Putting savings to good use – a personal experience

Hazel Mitchell writes about investing ethically

When my husband retired and received a modest lump sum we looked for a good way to support firms which had an ethical outlook, in order not to put money into fossil fuels, tobacco, arms, etc. We explored possibilities and came across Investing Ethically, advertising in The Friend.

It was founded in 2000 by Alan Kirkham – a Quaker. Alan was passionate about a simple idea that if each of us, as investors, can affect how our money is used collectively we can make a real difference to tackling the problems of the world. So IE was founded on Quaker principles and values such as honesty, transparency and simplicity which remain at the heart of the running of the business today.

This is not a new idea. Quakers in the 17th century avoided companies involved in slavery, weapons, tobacco or alcohol.  Pax World was launched in the USA in 1971 for investors not wanting to support the Vietnam War, and the first UK ethical fund – Stewardship – was started in 1984 by Friends Provident. The first specifically environmental fund – Jupiter Ecology – was launched in 1988.

As for IE, it has grown gradually and now has four directors and one employee, based in Norwich. In the last few years it has committed to being a Living Wage Employer, progressed to ‘Silver’ level on the Norfolk Carbon Charter and been a founding signatory to HM Treasury’s Women in Finance Charter. They have won Sustainable Ethical Planner of the Year and been finalists in Small Adviser of the Year.

We are very well looked after by IE and are delighted to support, and be supported, by a business solidly based on values dear to Friends. We would be happy to give more information.

Editor’s note #1: In 2017 British Quakers were one of 14 Christian faith traditions to contribute specific faith guidelines to the Zug Guidelines for faith-consistent investing devised by Martin Palmer’s Bath-based charity ARC. This initiative has now become the international charity Faithinvest; British Quakers remain involved.

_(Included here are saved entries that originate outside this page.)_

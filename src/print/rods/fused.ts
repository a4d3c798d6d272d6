import type { Manifold } from 'manifold-3d';
import type { RodEnd, RodPlan } from '../../rods/plan.ts';
import type { Workbench } from '../kit.ts';
import { rodOutline, terminal, toEnd } from './solid.ts';

/**
 * The crystal and its rods as one solid. Each rod starts inside the crystal, where the crystal's own matter joins all of
 * them, so that nothing needs to cross at the centre.
 */
export function fuseRods(bench: Workbench, body: Manifold, plan: RodPlan): Manifold {
  return bench.union([body, ...rodSolids(bench, plan)]);
}

/** Rods with their ends, in the crystal's frame. */
export const rodSolids = (bench: Workbench, plan: RodPlan): Manifold[] =>
  plan.ends.flat().map((end) => bench.place(rodSolid(bench, end, plan), toEnd(end.end)));

function rodSolid(bench: Workbench, { line, root, base, tip }: RodEnd, plan: RodPlan): Manifold {
  const shaft = bench.prism([rodOutline(plan.diameter)], Math.max(0, root - plan.diameter), (base + tip) / 2);
  return bench.union([shaft, terminal(bench, line.symbol, plan, base, tip)]);
}
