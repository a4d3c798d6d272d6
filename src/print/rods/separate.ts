import type { Manifold, Mat4 } from 'manifold-3d';
import { printZone } from '../../crystal/indices.ts';
import type { AxisEnd } from '../../rods/axis-ends.ts';
import { axisWords } from '../../rods/axis-words.ts';
import { COLLAR, GAP, type RodEnd, type RodPlan } from '../../rods/plan.ts';
import { ObjectError } from '../../shape/object-error.ts';
import { clearDepth } from '../bores/clear-depth.ts';
import type { Workbench } from '../kit.ts';
import { ontoBed, type Part } from '../part.ts';
import { ROD_COLOUR } from '../surfaces.ts';
import { angleBetween } from '../vectors.ts';
import { boreOutline, HOLLOW_DEPTH, rodOutline, terminal, toEnd } from './solid.ts';

/** Plastic left between two bores that meet near the centre, millimetres. */
const WALL = 1.2;

/** Rods to push in, the bored body, and what to say about them. */
export interface Bored {
  readonly body: Manifold;
  readonly rods: readonly Part[];
  readonly remarks: readonly string[];
}

/**
 * Bores the body for rods that are printed by themselves. Only one rod can pass the centre: the first line's, which is
 * of the highest order; its far symbol is a cap. Rods of all other lines are split and end short of the centre.
 * @throws ObjectError when the bores would leave too little to hold a rod
 */
export function boreForRods(bench: Workbench, body: Manifold, plan: RodPlan, clearance: number): Bored {
  const [through, ...split] = plan.ends;
  const bore = boreOutline(plan.diameter, clearance);
  const halves = split.flat().map((end) => ({ end, from: blindDepth(end, plan, clearance) }));
  const tools = [
    bench.place(bench.prism([bore], -through![1].tip, through![0].tip), toEnd(through![0].end)),
    ...halves.map(({ end, from }) => bench.place(bench.prism([bore], from, end.tip), toEnd(end.end))),
  ];
  return {
    body: bench.subtract(body, tools),
    rods: [...throughParts(bench, through!, plan, clearance), ...halfParts(bench, halves, plan)],
    remarks: tell(through!, split),
  };
}

/** Where a blind bore ends: so far from the centre that a wall stays between it and every other bore. */
function blindDepth(end: RodEnd, plan: RodPlan, clearance: number): number {
  const radius = Math.hypot(...boreOutline(plan.diameter, clearance)[0]!);
  const others = plan.ends.flat().filter(({ line }) => line !== end.line);
  const neighbours = others.map(({ end: { along }, line }) => ({
    angle: angleBetween(end.end.along, along),
    through: line === plan.ends[0]![0].line,
  }));
  const depth = clearDepth(neighbours, radius, WALL);
  if (end.exit - depth >= 2 * plan.diameter) return depth;
  throw new ObjectError(
    'rods-crowded',
    `separate rods leave too little to hold the one along ${printZone(end.line.direction)}: ${Math.max(0, end.exit - depth).toFixed(1)} mm of bore`,
    'choose fewer axes or thinner rods, a larger crystal, or fused rods',
  );
}

function throughParts(
  bench: Workbench,
  [near, far]: readonly [RodEnd, RodEnd],
  plan: RodPlan,
  clearance: number,
): Part[] {
  const symbol = near.line.symbol;
  const floor = far.tip - (HOLLOW_DEPTH + 0.25) * plan.thickness;
  const collar = [rodOutline(plan.diameter + clearance + 2 * COLLAR.wall)];
  const shaft = bench.prism([rodOutline(plan.diameter)], GAP / 2 - floor, (near.base + near.tip) / 2);
  const rod = bench.union([shaft, terminal(bench, symbol, plan, near.base, near.tip)]);
  const plate = terminal(bench, symbol, plan, far.base, far.tip);
  const sleeve = bench.prism(collar, far.base - COLLAR.length, (far.base + far.tip) / 2);
  const socket = bench.prism([boreOutline(plan.diameter, clearance)], far.base - 2 * COLLAR.length, floor);
  const cap = bench.subtract(bench.union([plate, sleeve]), [socket]);
  const axis = axisWords(symbol);
  const name = fileWord(symbol);
  return [
    part(bench, `rod-${name}-through`, `${axis} rod that passes through the centre`, rod, [near.end]),
    part(bench, `cap-${name}`, `symbol to glue on the far end of the ${axis} rod`, cap, [far.end]),
  ];
}

/** Equal half rods are one part with several places. */
function halfParts(bench: Workbench, halves: readonly { end: RodEnd; from: number }[], plan: RodPlan): Part[] {
  const kinds = new Map<string, { end: RodEnd; from: number; ends: AxisEnd[] }>();
  for (const { end, from } of halves) {
    const key = [end.line.symbol, ...[from, end.base].map((value) => value.toFixed(6))].join(' ');
    const kind = kinds.get(key) ?? { end, from, ends: [] };
    kind.ends.push(end.end);
    kinds.set(key, kind);
  }
  const total = new Map<string, number>();
  const names = [...kinds.values()].map(({ end }) => {
    const name = fileWord(end.line.symbol);
    total.set(name, (total.get(name) ?? 0) + 1);
    return `rod-${name}${total.get(name) === 1 ? '' : `-${total.get(name)}`}`;
  });
  return [...kinds.values()].map(({ end, from, ends }, i) => {
    const shaft = bench.prism([rodOutline(plan.diameter)], from + GAP, (end.base + end.tip) / 2);
    const rod = bench.union([shaft, terminal(bench, end.line.symbol, plan, end.base, end.tip)]);
    const towards = ends.map(({ direction }) => printZone(direction)).join(' ');
    return part(bench, names[i]!, `${axisWords(end.line.symbol)} half rod for ${towards}`, rod, ends);
  });
}

function part(bench: Workbench, name: string, purpose: string, solid: Manifold, ends: readonly AxisEnd[]): Part {
  const [mesh] = ontoBed([bench.mesh(bench.place(solid, UPSIDE_DOWN), 0)]);
  const surfaces = [{ name, colour: ROD_COLOUR, curved: true }];
  return {
    name,
    purpose,
    surfaces,
    mesh: mesh!,
    placed: ends.map((end) => bench.mesh(bench.place(solid, toEnd(end)), 0)),
  };
}

/** Rods are printed standing on their symbol. */
const UPSIDE_DOWN: Mat4 = [1, 0, 0, 0, 0, -1, 0, 0, 0, 0, -1, 0, 0, 0, 0, 1];

const fileWord = (symbol: string): string => symbol.replace('-', 'bar').replace('/', '_');

function tell([near]: readonly [RodEnd, RodEnd], split: readonly (readonly [RodEnd, RodEnd])[]): string[] {
  const named = (words: string, { line }: RodEnd): string =>
    `${axisWords(line.symbol)}${words} along ${printZone(line.direction)}`;
  const through = `The ${named(' rod', near)} passes through the centre; the symbol at its far end is a cap to glue on.`;
  if (split.length === 0) return [through];
  return [through, `Split at the centre into two half rods each: ${split.map(([end]) => named('', end)).join(', ')}.`];
}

Since 2017 Quakers in Britain and dozens of other groups from eight major faith traditions the world have committed to their own distinct faith-consistent investment guidelines as part of a world-wide movement started in Bath and now called Faithinvest

Editor’s note #2: this article does not in any sense constitute financial advice. Other ethical investment services exist. Investments can go down as well as up, or as they say about cars YMMV (“your mileage may vary”).